About $269 million of the quarter’s revenue was attributable to Covance’s operations, or about 15 percent. That is expected to rise in future quarters as the company’s revenue is fully integrated into LabCorp’s top line. With the Covance numbers mixed in, net revenue for the company grew 24.8 percent. But even with it removed, LabCorp reported growth of about 4.9 percent. However, Covance’s overall revenue of $625 million was down from $637 million for the first quarter of 2014.
LabCorp’s acquisition volume grew by 6 percent, of which 5.2 percent was organic growth, although revenue per requisition was down 0.6 percent.

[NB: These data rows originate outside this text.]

// Maximum-likelihood fix from lines of bearing on the WGS 84 ellipsoid.
//
// Notation (Karney 2013, J. Geodesy 87:43-55): for the geodesic from station i (point 1) to
// the candidate fix p (point 2): s12 distance, azi1 azimuth at the station, azi2 azimuth at
// p, m12 reduced length, M12 geodesic scale. theta_i measured bearing, sigma_i its
// effective 1-sigma (rad).
//
// Model: theta_i = azi1_i(p) + e_i, e_i ~ N(0, sigma_i^2). The ML estimate minimises
// sum_i (wrap(theta_i - azi1_i(p)) / sigma_i)^2 (Torrieri 1984, IEEE Trans. AES 20(2)).
// The unknown is (x, y), east/north metres in an azimuthal equidistant frame centred at the
// current estimate c; after each Ceres solve the frame is re-centred on the result until the
// step is below SolveOptions::convergence_m. The Jacobian is analytic:
//   d azi1 = (dE cos azi2 - dN sin azi2) / m12            (Karney 2013, reduced length)
// with (dE, dN) the displacement of p for a displacement (dx, dy) in the frame (exact chain
// rule through the projection, below).
#include "lobfix/solver.hpp"

#include <ceres/ceres.h>
#include <glog/logging.h>

#include <Eigen/Dense>
#include <algorithm>
#include <atomic>
#include <cmath>
#include <limits>
#include <map>
#include <mutex>
#include <random>
#include <sstream>
#include <thread>
#include <utility>

#include "detail/ray_crossing.hpp"
#include "detail/robust_ceres.hpp"
#include "lobfix/error.hpp"
#include "lobfix/robust.hpp"

namespace lobfix {

namespace {

constexpr double kDegToRad = M_PI / 180.0;
constexpr double kRadToDeg = 180.0 / M_PI;

std::string km_text(double metres) {
  std::ostringstream out;
  out.precision(metres < 10000.0 ? 3 : 5);
  out << metres / 1000.0 << " km";
  return out.str();
}

// Runs fn(begin, end) over [0, n) split into contiguous ranges, one per thread. Each index
// is handled by exactly one call, so results written per index do not depend on the count.
template <typename Fn>
void parallel_ranges(std::size_t n, int threads, Fn&& fn) {
  constexpr std::size_t kMinPerThread = 1000;
  std::size_t k = threads > 0 ? static_cast<std::size_t>(threads)
                              : std::max(1U, std::thread::hardware_concurrency());
  k = std::min(k, std::max<std::size_t>(1, n / kMinPerThread));
  if (k <= 1) {
    fn(std::size_t{0}, n);
    return;
  }
  std::vector<std::thread> pool;
  pool.reserve(k - 1);
  const std::size_t chunk = (n + k - 1) / k;
  for (std::size_t t = 1; t < k; ++t) {
    const std::size_t begin = std::min(n, t * chunk);
    const std::size_t end = std::min(n, begin + chunk);
    pool.emplace_back([&fn, begin, end] { fn(begin, end); });
  }
  fn(std::size_t{0}, std::min(n, chunk));
  for (std::thread& th : pool)
    th.join();
}
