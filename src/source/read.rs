//! Read: scan a Parquet source by record batches (64k rows), map its columns to the long
//! (`time`, `channel`, `value`) or wide (`time` plus one numeric column per channel) layout,
//! and convert times to epoch nanoseconds and values to f64 with the non-finite and null
//! values kept exactly aside.
//!
//! Does not: sort, split into runs or judge the data (that is `assemble`).

use std::collections::HashMap;
use std::path::{Path, PathBuf};
use std::sync::Arc;

use arrow::array::{Array, ArrayRef, AsArray, PrimitiveArray};
use arrow::datatypes::{
    DataType, FieldRef, Float32Type, Float64Type, Int16Type, Int32Type, Int64Type, Schema,
    TimeUnit, TimestampMicrosecondType, TimestampMillisecondType, TimestampNanosecondType,
    TimestampSecondType,
};
use parquet::arrow::arrow_reader::{
    ArrowReaderMetadata, ArrowReaderOptions, ParquetRecordBatchReader,
    ParquetRecordBatchReaderBuilder,
};
use parquet::arrow::ProjectionMask;
use parquet::file::metadata::KeyValue;

use crate::error::{Error, Result};
use crate::fsio::{contain, open_parquet, READ_BATCH_ROWS};
use crate::model::{
    ChannelInfo, DictKey, Layout, NameType, SourceSchema, SpecialKind, TimeType, ValueType,
};
use crate::source::{ChannelSamples, Mapping};

/// Samples of one channel from one batch, in source row order.
#[derive(Debug, Default, Clone)]
pub struct ChannelChunk {
    /// Index into [`SourceSchema::channels`].
    pub channel: usize,
    /// Times, values, source rows and special values (indices into this chunk).
    pub samples: ChannelSamples,
}
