//! Closed forms: square, triangle and sawtooth waves against their handbook Fourier series.
//!
//! Sources (see REFERENCE-FACTS): Spiegel, *Mathematical Handbook of Formulas and Tables*
//! (1968) §23 for the series; Blagouchine & Moreau, IEEE Trans. Commun. 59(9), 2011 for the
//! THD of square and triangle; Nagle, Saff & Snider, *Fundamentals of Differential
//! Equations*, ch. 10 for the Gibbs peak; the truncation-error table is [derived] by Parseval
//! and recomputed here two ways.
//!
//! Sampling. A waveform sampled with M samples per period has the DFT coefficients of its
//! continuous series folded by aliasing (Poisson summation): ĉ_k = Σ_m F_{k+mM}, with
//! ĉ_k = (1/M) Σ_j f(2πj/M) e^(−2πikj/M) and F_n the complex Fourier coefficients; at a jump
//! the sample takes the midpoint, which is where the series converges (Dirichlet). The
//! aliasing sums have closed forms through Euler's partial fractions
//! Σ_m 1/(z + m) = π·cot(πz) (symmetric summation) and Σ_m 1/(z + m)² = π²/sin²(πz)
//! (Abramowitz & Stegun 4.3.91–92, equation numbers from memory):
//!
//! - square sign(sin x), b_n = 4/(nπ), n odd, so F_n = −2i/(nπ):
//!   ĉ_k = −(2i/M)·cot(πk/M) for odd k, 0 for even k (M even);
//! - triangle (2/π)·arcsin(sin x), b_n = 8(−1)^((n−1)/2)/(π²n²), n odd, so
//!   F_n = −4i·sin(nπ/2)/(π²n²): ĉ_k = −4i·sin(kπ/2)/(M²·sin²(πk/M)) (M a multiple of 4);
//! - sawtooth x/π on (−π, π), b_n = 2(−1)^(n+1)/(nπ), so F_n = i(−1)^n/(nπ):
//!   ĉ_k = i(−1)^k·cot(πk/M)/M, ĉ_0 = 0 (M even).
//!
//! A segment of K whole periods (N = K·M samples) has cyclarc coefficient c_{kK} = √N·ĉ_k
//! and zero elsewhere. The closed forms are cross-checked against partial aliasing sums of
//! the handbook coefficients with a bounded tail, then cyclarc is checked against them.
use std::f64::consts::PI;
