/// A block ready to be fitted: its own copy of the samples and its segments (starts relative
/// to the block).
struct BlockJob {
    channel: usize,
    run: Run,
    segs: Vec<PlannedSegment>,
}

/// The run of a channel being encoded.
struct RunState {
    /// Samples of the run from run index `base` on.
    buf: Run,
    base: usize,
    planner: Planner,
    pending: Vec<PlannedSegment>,
}

/// One channel being encoded as its samples arrive.
struct ChannelEncoder {
    info: ChannelInfo,
    asm: ChannelAssembler,
    run: Option<RunState>,
    meta: ChannelMeta,
    last_time: Option<i64>,
    finished: bool,
}

impl ChannelEncoder {
    fn new(source: &Path, info: ChannelInfo, settings: &Settings) -> Self {
        ChannelEncoder {
            asm: ChannelAssembler::new(source, &info.name, settings.sample_rate_hz),
            meta: ChannelMeta::new(&info, None, 0, 0, false),
            info,
            run: None,
            last_time: None,
            finished: false,
        }
    }

    /// Earliest time a block of this channel not yet handed out can start.
    fn front_time(&self) -> i64 {
        if self.finished {
            return i64::MAX;
        }
        let held = self.asm.held_first_time();
        let buf = self.run.as_ref().and_then(|r| r.buf.times.first().copied());
        match (held, buf) {
            (Some(a), Some(b)) => a.min(b),
            (Some(a), None) | (None, Some(a)) => a,
            (None, None) => self.last_time.map_or(i64::MIN, |t| t.saturating_add(1)),
        }
    }

    fn push(
        &mut self,
        ci: usize,
        samples: ChannelSamples,
        settings: &Settings,
        jobs: &mut Vec<BlockJob>,
    ) -> std::result::Result<(), StreamError> {
        self.meta.rows += samples.len() as u64;
        self.last_time = samples.times.last().copied().or(self.last_time);
        let events = self.asm.push(samples)?;
        self.handle(ci, events, settings, jobs);
        Ok(())
    }

    fn finish(&mut self, ci: usize, settings: &Settings, jobs: &mut Vec<BlockJob>) {
        let events = self.asm.finish();
        self.handle(ci, events, settings, jobs);
        self.meta.sample_rate_hz = self.asm.sample_rate();
        self.finished = true;
    }

    fn handle(
        &mut self,
        ci: usize,
        events: Vec<RunEvent>,
        settings: &Settings,
        jobs: &mut Vec<BlockJob>,
    ) {
        for e in events {
            match e {
                RunEvent::Samples(r) => {
                    let rate = self.asm.sample_rate();
                    let run = self.run.get_or_insert_with(|| {
                        let mut seg = settings.segment_settings(rate.unwrap_or(1.0));
                        if rate.is_none() {
                            seg.fundamental = FundamentalSetting::None;
                        }
                        RunState {
                            buf: Run {
                                times: Vec::new(),
                                values: Vec::new(),
                                specials: Vec::new(),
                            },
                            base: 0,
                            planner: Planner::new(seg),
                            pending: Vec::new(),
                        }
                    });
                    let off = run.buf.times.len();
                    run.buf.times.extend(r.times);
                    run.buf.values.extend(r.values);
                    run.buf
                        .specials
                        .extend(r.specials.into_iter().map(|(i, k)| (i + off, k)));
                    advance_run(ci, run, false, settings, jobs);
                }
                RunEvent::End => {
                    if let Some(mut run) = self.run.take() {
                        advance_run(ci, &mut run, true, settings, jobs);
                        self.meta.runs += 1;
                        self.meta.note_plan(&run.planner.into_plan(Vec::new()));
                    }
                }
            }
        }
    }
}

Despite the fact that LabCorp’s revenue for the quarter was still a shade behind Quest Diagnostic’s, CEO King referred to the enterprise as the “world’s leading healthcare diagnostics company.” He noted in a conference call with analysts that “when we announced the acquisition of Covance, we said that the timing was excellent because the lab business was showing strength after a couple of very challenging years from a regulatory and reimbursement perspective ... our operating performance in the first quarter in my judgment demonstrates the wisdom of our decision.”
King noted that the synergies between LabCorp and Covance are helping it land a major testing contract to help an unnamed biotech firm develop an antibiotic to fight MRSA, an infection that has been plaguing hospital patients in recent years.
“If the study is successful Covance and LabCorp will have helped a client get a new treatment against deadly infections to doctors and patients sooner meeting an important medical need and vividly demonstrating how only months after the merger we are already capitalizing on the promise of our combined company,” King said.
For calendar 2015, LabCorp issued guidance that included revenue growth of 39 percent to 42 percent, down from prior guidance of 40 to 44 percent growth. That included LabCorp Diagnostics’ growth of 3 to 5 percent, and Covance revenue growth of flat to 2 percent.
Amanda Murphy, an analyst with William Blair & Co., said the numbers from Quest were in line with expectations and LabCorp’s organic growth was better than originally expected.
However, LabCorp’s stock dropped about 7 percent after the earnings report, to $118 a share. Quest’s stock price took a similar downward bump, from $76 per share to $71 per share after its earnings were released. Both companies’ stock remained steadily in that trading territory.
Takeaway: Quest and LabCorp reported solid growth for the first quarter outside of acquisitions and joint ventures, although write-offs and some shareholder doubts have blunted them somewhat.